• WORK TASK
Report every line below that has the string "ExitCodes" in it.

• SUPPLIED ENTRIES

[Start of section]

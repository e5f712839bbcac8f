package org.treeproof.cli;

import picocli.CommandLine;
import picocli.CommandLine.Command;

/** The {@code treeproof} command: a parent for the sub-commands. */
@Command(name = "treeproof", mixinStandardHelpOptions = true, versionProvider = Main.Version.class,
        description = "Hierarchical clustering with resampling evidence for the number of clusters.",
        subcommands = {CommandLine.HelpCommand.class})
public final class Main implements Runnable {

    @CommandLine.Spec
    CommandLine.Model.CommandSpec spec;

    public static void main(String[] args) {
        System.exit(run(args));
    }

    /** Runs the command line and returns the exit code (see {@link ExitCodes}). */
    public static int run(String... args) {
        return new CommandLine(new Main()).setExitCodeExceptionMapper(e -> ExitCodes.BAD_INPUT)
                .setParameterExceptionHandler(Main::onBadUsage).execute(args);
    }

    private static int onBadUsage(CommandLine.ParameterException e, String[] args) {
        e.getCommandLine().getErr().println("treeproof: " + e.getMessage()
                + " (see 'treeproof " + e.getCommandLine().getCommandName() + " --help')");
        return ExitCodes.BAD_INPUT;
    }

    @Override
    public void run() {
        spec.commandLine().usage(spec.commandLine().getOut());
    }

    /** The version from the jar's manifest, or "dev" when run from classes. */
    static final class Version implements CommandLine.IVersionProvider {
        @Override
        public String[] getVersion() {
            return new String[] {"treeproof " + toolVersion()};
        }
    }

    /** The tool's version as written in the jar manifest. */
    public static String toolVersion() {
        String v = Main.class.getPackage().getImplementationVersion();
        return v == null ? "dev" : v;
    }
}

[End of section]
[Start of section]

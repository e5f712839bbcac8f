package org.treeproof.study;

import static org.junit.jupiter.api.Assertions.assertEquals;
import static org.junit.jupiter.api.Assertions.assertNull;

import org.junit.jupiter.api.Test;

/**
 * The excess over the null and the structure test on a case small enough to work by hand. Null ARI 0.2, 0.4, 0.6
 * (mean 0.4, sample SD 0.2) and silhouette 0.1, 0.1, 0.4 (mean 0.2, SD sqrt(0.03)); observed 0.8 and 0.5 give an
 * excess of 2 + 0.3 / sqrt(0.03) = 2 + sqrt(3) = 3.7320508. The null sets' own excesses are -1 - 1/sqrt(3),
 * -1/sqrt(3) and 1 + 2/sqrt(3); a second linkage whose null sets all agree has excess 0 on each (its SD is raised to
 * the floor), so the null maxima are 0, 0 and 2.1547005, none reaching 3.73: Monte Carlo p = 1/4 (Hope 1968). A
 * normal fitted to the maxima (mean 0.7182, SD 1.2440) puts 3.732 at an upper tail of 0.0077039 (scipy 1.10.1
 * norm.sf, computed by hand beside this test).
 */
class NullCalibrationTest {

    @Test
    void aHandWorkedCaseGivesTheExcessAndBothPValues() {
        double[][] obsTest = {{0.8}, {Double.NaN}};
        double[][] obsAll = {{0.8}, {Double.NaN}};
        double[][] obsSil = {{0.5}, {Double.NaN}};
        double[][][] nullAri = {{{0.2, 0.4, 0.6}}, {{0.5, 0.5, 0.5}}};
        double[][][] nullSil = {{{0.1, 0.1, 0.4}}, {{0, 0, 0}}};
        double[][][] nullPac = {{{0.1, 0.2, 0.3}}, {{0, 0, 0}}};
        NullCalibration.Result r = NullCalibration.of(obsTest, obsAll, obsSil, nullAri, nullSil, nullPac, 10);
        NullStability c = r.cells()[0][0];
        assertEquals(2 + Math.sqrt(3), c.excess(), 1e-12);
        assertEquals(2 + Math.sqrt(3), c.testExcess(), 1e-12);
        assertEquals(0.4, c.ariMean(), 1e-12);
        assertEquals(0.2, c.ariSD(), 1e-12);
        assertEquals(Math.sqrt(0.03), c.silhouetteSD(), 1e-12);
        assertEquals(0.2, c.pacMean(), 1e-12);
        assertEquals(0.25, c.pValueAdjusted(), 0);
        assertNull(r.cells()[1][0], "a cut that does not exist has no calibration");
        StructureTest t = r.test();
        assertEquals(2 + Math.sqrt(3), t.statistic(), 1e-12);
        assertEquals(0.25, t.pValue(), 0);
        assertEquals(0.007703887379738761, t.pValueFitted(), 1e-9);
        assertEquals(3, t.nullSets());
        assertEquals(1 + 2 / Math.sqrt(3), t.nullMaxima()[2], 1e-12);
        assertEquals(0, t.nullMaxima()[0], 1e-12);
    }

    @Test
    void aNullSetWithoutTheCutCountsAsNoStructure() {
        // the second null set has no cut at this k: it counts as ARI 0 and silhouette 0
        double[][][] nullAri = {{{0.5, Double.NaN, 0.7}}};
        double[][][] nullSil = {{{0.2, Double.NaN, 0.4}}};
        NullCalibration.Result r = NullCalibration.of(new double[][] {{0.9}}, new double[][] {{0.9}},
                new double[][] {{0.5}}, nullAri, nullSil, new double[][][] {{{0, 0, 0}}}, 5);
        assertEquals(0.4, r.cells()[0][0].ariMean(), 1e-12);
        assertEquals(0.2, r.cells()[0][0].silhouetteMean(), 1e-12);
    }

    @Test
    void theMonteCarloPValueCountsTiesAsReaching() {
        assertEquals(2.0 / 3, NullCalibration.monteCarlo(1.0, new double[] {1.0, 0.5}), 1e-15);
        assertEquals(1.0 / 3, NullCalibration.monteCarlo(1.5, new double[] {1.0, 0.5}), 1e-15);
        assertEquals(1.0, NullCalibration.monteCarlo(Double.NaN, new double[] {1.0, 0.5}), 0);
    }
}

[End of section]

• REPLY
    /** Runs the command line and returns the exit code (see {@link ExitCodes}). */
        return new CommandLine(new Main()).setExitCodeExceptionMapper(e -> ExitCodes.BAD_INPUT)
        return ExitCodes.BAD_INPUT;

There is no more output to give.